— What is required —
Show every line of the data where the word "return" can be found.

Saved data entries
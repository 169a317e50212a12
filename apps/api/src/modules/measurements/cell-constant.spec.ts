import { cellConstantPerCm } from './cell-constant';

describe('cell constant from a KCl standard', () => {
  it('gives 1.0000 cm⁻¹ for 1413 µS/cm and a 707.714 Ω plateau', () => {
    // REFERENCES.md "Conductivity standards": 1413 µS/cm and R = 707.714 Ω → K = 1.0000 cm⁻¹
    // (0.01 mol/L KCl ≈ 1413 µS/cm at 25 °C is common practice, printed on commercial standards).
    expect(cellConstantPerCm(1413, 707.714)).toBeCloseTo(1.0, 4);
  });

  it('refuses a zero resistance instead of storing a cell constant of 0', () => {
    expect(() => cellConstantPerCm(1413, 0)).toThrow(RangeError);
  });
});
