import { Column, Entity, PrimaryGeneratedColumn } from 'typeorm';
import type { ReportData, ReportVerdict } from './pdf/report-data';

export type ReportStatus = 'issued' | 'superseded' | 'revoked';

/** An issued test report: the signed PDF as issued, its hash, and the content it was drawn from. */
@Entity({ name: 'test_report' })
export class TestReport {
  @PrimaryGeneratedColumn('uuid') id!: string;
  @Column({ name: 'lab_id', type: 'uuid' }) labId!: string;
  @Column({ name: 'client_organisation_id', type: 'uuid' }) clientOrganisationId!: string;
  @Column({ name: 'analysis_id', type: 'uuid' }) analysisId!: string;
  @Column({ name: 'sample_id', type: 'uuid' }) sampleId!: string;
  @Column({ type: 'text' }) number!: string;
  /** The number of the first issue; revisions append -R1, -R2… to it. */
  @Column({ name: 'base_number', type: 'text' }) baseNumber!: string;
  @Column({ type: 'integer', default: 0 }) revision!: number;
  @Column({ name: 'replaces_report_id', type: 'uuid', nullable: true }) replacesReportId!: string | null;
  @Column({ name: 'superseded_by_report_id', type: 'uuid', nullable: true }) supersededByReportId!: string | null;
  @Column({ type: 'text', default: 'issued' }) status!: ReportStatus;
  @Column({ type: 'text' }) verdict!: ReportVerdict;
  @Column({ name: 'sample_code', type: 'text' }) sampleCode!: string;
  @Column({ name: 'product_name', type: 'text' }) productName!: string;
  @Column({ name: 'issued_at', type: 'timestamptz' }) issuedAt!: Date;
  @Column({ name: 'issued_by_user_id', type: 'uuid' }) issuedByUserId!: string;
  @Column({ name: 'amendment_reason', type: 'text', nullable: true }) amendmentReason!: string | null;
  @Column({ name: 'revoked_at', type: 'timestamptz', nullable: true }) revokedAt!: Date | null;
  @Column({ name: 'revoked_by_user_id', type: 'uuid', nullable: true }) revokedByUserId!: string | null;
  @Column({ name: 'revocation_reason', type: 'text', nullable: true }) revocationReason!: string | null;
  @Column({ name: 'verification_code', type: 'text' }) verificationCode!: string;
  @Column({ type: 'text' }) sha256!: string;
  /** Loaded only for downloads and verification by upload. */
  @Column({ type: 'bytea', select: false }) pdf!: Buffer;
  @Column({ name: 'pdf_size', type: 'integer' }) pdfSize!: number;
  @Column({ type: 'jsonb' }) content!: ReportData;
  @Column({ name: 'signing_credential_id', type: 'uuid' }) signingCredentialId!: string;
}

---

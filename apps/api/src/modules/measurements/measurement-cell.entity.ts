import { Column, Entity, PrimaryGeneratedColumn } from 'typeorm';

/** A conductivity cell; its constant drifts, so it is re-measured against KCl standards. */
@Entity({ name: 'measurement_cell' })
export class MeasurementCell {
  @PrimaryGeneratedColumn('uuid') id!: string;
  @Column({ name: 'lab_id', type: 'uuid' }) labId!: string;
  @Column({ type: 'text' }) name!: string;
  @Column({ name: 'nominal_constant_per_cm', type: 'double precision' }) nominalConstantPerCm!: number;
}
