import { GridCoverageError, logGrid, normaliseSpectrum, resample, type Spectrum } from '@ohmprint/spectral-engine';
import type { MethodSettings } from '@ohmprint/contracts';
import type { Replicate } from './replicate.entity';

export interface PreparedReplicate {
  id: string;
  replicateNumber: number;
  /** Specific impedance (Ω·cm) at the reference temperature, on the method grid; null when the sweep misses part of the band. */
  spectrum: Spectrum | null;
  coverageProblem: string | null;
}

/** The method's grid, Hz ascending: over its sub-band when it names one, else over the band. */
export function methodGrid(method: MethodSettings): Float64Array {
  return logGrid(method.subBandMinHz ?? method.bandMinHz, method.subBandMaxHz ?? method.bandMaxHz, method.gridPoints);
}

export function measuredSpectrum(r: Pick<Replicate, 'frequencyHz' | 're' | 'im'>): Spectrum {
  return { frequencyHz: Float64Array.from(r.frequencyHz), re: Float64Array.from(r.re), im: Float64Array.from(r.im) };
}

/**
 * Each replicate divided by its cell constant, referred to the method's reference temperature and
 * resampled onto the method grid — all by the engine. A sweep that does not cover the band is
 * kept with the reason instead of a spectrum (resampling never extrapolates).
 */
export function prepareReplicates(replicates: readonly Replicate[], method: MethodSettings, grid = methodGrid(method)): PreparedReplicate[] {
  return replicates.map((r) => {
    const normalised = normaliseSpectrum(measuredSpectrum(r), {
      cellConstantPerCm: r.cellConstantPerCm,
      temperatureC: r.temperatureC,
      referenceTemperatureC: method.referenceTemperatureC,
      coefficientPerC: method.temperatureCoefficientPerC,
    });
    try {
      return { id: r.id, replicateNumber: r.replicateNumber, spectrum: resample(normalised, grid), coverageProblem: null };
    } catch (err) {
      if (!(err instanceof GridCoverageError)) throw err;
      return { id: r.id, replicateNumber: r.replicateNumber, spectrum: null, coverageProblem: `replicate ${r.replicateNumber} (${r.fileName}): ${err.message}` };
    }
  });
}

— Exercise output —
  return logGrid(method.subBandMinHz ?? method.bandMinHz, method.subBandMaxHz ?? method.bandMaxHz, method.gridPoints);
  return { frequencyHz: Float64Array.from(r.frequencyHz), re: Float64Array.from(r.re), im: Float64Array.from(r.im) };
  return replicates.map((r) => {
      return { id: r.id, replicateNumber: r.replicateNumber, spectrum: resample(normalised, grid), coverageProblem: null };
      return { id: r.id, replicateNumber: r.replicateNumber, spectrum: null, coverageProblem: `replicate ${r.replicateNumber} (${r.fileName}): ${err.message}` };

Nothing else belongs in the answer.